## About this task
Exactly as written, restate the material below from its first line through the line containing "every byte or", and stop there.

## Source information
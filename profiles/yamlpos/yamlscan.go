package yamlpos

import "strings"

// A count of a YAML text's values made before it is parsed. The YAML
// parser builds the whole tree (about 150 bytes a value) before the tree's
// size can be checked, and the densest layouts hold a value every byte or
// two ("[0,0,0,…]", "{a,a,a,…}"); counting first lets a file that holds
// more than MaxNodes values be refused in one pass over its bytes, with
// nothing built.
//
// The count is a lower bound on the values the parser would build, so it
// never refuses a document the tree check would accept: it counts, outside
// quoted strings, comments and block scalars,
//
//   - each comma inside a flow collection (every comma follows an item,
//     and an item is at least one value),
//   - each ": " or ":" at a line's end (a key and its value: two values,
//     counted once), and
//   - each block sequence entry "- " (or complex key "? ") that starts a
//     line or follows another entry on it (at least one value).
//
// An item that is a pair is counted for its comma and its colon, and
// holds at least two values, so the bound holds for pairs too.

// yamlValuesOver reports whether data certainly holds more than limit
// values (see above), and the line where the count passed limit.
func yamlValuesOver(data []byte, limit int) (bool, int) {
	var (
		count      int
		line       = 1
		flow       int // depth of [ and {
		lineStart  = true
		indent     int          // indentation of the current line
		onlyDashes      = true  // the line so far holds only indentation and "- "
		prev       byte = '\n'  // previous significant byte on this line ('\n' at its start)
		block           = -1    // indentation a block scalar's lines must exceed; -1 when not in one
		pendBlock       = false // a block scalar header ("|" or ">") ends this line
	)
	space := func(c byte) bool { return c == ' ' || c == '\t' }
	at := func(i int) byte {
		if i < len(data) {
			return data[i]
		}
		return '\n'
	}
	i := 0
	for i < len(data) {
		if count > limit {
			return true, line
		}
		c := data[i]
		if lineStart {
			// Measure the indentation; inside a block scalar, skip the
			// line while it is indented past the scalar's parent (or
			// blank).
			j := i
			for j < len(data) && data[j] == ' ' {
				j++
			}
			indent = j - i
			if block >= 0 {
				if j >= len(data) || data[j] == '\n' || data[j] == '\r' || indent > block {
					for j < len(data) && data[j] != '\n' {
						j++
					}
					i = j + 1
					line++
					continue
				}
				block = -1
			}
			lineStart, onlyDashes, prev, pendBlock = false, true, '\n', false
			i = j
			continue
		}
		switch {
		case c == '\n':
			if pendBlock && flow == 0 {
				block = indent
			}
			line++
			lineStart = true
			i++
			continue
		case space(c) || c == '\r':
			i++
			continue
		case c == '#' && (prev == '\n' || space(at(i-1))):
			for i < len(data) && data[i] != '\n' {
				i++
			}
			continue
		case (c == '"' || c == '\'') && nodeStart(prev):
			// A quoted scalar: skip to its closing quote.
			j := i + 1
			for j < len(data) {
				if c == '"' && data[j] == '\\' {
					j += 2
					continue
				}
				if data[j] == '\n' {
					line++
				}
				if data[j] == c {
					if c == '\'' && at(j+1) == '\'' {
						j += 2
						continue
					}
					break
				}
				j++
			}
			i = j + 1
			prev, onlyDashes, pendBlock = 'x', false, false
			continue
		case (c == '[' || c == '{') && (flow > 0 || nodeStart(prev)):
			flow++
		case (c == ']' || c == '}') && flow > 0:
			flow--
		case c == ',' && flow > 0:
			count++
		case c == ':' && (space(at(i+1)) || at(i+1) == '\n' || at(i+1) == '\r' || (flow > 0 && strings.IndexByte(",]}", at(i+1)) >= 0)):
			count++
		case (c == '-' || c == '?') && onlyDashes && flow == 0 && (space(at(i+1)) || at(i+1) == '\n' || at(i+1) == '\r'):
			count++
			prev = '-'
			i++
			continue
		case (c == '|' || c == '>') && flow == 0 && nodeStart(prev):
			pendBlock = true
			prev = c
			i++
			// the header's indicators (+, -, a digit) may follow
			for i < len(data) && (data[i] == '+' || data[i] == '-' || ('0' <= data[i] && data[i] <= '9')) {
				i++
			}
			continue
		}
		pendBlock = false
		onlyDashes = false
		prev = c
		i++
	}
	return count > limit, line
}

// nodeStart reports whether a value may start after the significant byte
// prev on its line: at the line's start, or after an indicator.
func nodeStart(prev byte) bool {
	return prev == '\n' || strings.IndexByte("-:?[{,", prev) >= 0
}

## Solution for this task
filename profiles/yamlpos/yamlscan.go
package yamlpos

import "strings"

// A count of a YAML text's values made before it is parsed. The YAML
// parser builds the whole tree (about 150 bytes a value) before the tree's
// size can be checked, and the densest layouts hold a value every byte or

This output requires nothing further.